Diante deste cenário, em que o ministério afirmou que não cumpriria a obrigação de pagar o auxílio moradia no exterior, em razão da falta de aprovação do orçamento de 2021, em 29 de janeiro deste ano, a assessoria jurídica do Sindicato comunicou a justiça sobre o iminente atraso no pagamento das parcelas da RF, em claro descumprimento da liminar concedida. Entretanto, até hoje, o desembargador incumbido de analisar as inúmeras petições juntadas no processo não se manifestou sobre a informação de descumprimento da decisão e, ainda, sobre o pedido de imposição de multa, mesmo depois de ter passado tanto tempo do primeiro peticionamento.

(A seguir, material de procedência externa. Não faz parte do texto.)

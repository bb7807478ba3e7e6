import { figure, toolWords } from './finding-data';
import { defineRule } from './rule';
import { LENGTH_AGREES, lengthInTable, trueOffset } from './true-offset';
import { usesLengthTable } from './watch-length';

/** The offset table and the tool list give one tool two lengths. */
export const lengthOffsetDisagrees = defineRule({
  id: 'length-offset-disagrees',
  group: 'length',
  title: 'The offset table and the tool list disagree about a length',
  severity: 'hold',
  hold: 'look',
  protects: 'The depth of every cut, and the tip, from a length that is not true.',
  explanation:
    'The value applied is held against the gauge length, less the reference of the table. More than 0.05 mm apart is a matter to look at, more than 1 mm a stop. Which of the two is true, the check cannot say. Tables of touch-off values hold no true lengths and are not judged.',
  examples: {
    setup: { offsets: { length: { 1: 95.4 } } },
    bad: 'G21 G90 G54\nT1 M6\nG43 H1 Z5\nM30',
    good: 'G21 G90 G54\nT2 M6\nG43 H2 Z5\nM30',
  },
  word: (data, lengths) => ({
    message: `The offset table holds ${lengths.length(figure(data, 'table'))} for ${toolWords(data)}, the tool list makes it ${lengths.length(figure(data, 'listed'))}: its tip runs ${lengths.length(Math.abs(figure(data, 'lower')))} too ${figure(data, 'lower') > 0 ? 'low' : 'high'}, if the list is right.`,
    advice: `Measure T${figure(data, 'tool')} and correct the one that is wrong.`,
  }),
  observe: (shop, report) => {
    if (!usesLengthTable(shop)) return {};
    let called = 0;
    return {
      toolChanging(event) {
        called = event.written;
      },
      lengthOffset({ code, number, after, place }, state) {
        const { tool } = state.held;
        const listed = trueOffset(shop, tool);
        if (code !== 'G43' || !tool || listed === undefined || number === null) return;
        const isOwn = number === tool.number || number === called;
        if (!isOwn || lengthInTable(shop, number) === undefined) return;
        const lower = listed - after;
        const by = Math.abs(lower);
        if (by <= LENGTH_AGREES + ROUNDING) return;
        const data = { tool: tool.number, name: tool.name, table: after, listed, lower };
        const severity = by <= FAR_APART + ROUNDING ? 'hold' : 'stop';
        report.found({ cause: `H${number}`, by, at: place, severity, data }, state);
      },
    };
  },
});

/** Beyond this (mm) it is another tool, or another datum: rules.md. */
const FAR_APART = 1;
/** Differences of decimal figures are off in their last digits. */
const ROUNDING = 1e-9;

Agora, o Sinditamaraty resolveu acionar o Conselho Nacional de Justiça (CNJ), por meio de representação por excesso de prazo, justamente pela demora na análise da solicitação anterior – que pede o cumprimento da liminar. Com isso, o Sindicato espera que o CNJ instaure procedimento administrativo para apurar eventual falta do magistrado ao exceder, injustificadamente, o prazo razoável para prolatar decisão. 

Luta do Sindy
O Sindicato ressalta que, desde janeiro deste ano, tem acionado a justiça por conta desta ação. “Nós tivemos de chegar ao Conselho Nacional de Justiça cobrando o cumprimento da decisão. Estamos tentando de todas as formas resolver essa questão da RF junto ao judiciário”, detalha o presidente João Marcelo Melo. O escritório que presta assessoria jurídica ao Sinditamaraty continuará insistindo junto à Corregedoria-Geral da Justiça Federal. 

O processo foi distribuído para a conselheira corregedora e recebeu o nº 0002380-88.2021.2.00.0000.